# Question on Smoking Whole Head of Garlic



## mike49107 (Jul 17, 2018)

I used to take a whole head of garlic, cut the top off (just enough to expose the cloves) and drizzle olive oil and sprinkle with salt, pepper, or whatever spices/herbs paired well with the meat I was grilling, usually a nice thick steak.  I would then wrap in foil and grill long enough to soften the garlic.  When everything came off of the grill, I would squeeze the garlic (which is now more of a paste) on rub it directly on the steaks.

I would really like to try the same thing in the smoker.  But, will it take on enough smoke with all the skin/paper still on it?  Obviously, I wouldn't be wrapping it in foil on the smoker.  How long do you think it would take running at 225°?  I thinking probably around 2-3 hours?  I don't think at that temperature you could really over cook it, could you?


----------



## Binford 6100 (Aug 10, 2018)

whenever I roasted garlic it was hotter, 425-450, I think that it would take forever to get it to cook down into a paste.

did you just try it?
 garlic is dirt cheap, like three for a couple bucks, I would just try it can report back.


----------



## mike49107 (Aug 10, 2018)

Binford 6100 said:


> did you just try it?



No, I haven't tried it yet.  I'm planning to smoke a chucky on Sunday.  If I can remember to throw one on, I'll let you know what the outcome is.


----------



## myownidaho (Aug 10, 2018)

I roast garlic at 350 for 20 minutes.
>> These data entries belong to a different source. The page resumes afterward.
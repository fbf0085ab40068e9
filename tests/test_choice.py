"""Conditional logit: with role-specific coefficients it is the multinomial logistic regression."""

from __future__ import annotations

import numpy as np

from drift.outlook._logit import choice_proba, fit_choice


def test_matches_scikit_learn_multinomial_on_wine():
    from sklearn.datasets import load_wine
    from sklearn.linear_model import LogisticRegression

    # source: scikit-learn's bundled wine data and its LogisticRegression (reference library)
    x, y = load_wine(return_X_y=True)
    x = (x - x.mean(axis=0)) / x.std(axis=0)
    n, p = x.shape
    k = 3
    # alternative r carries [e_r (intercept), e_r kron x]: one coefficient set per class
    X = np.zeros((n, k, k + k * p))
    for r in range(k):
        X[:, r, r] = 1.0
        X[:, r, k + r * p: k + (r + 1) * p] = x
    penalised = np.r_[np.zeros(k, bool), np.ones(k * p, bool)]
    beta = fit_choice(X, y, penalised=penalised, penalty=1.0)
    ours = choice_proba(X, beta)
    theirs = LogisticRegression(C=1.0, max_iter=5000, tol=1e-10).fit(x, y).predict_proba(x)
    assert np.abs(ours - theirs).max() < 1e-3


def test_stay_only_model_gives_the_stay_rate():
    rng = np.random.default_rng(0)
    n, k = 2000, 5
    last = rng.integers(0, k, n)
    stays = rng.random(n) < 0.8
    y = np.where(stays, last, (last + rng.integers(1, k, n)) % k)
    X = np.zeros((n, k, 1))
    X[np.arange(n), last, 0] = 1.0
    prob = choice_proba(X, fit_choice(X, y, penalised=np.array([False])))
    # maximum likelihood of a single "stays" weight: the observed stay share
    assert abs(prob[np.arange(n), last].mean() - stays.mean()) < 1e-4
Adjust accordingly and you should be able to get some smoke on it before it softens up.


----------



## eazybreezy02 (Feb 2, 2019)

I'm trying something new to me. I've peeled and smashed a bunch of fresh garlic cloves (proud to say that I grew) and put them in a makeshift cheesecloth sack. I've hung the bundle in with my fresh cured ham and doing it altogether at about 150F with cherry wood. I'll do the ham for about 6-8 hours smoke, the garlic maybe 2 hours? Then I'll take the garlic out at that point. Wondering if it will work and be tasty to then run the cloves through a food processor with a bit of olive oil? This is the setup:


----------



## mike243 (Feb 3, 2019)

I take the whole cloves and cut slits in the beef and push them out of sight,never smoked whole cloves by them selfs but might cool them then into a container of olive oil to store,pour a little oil off to cook with then add a little back in ,get double duty from them


----------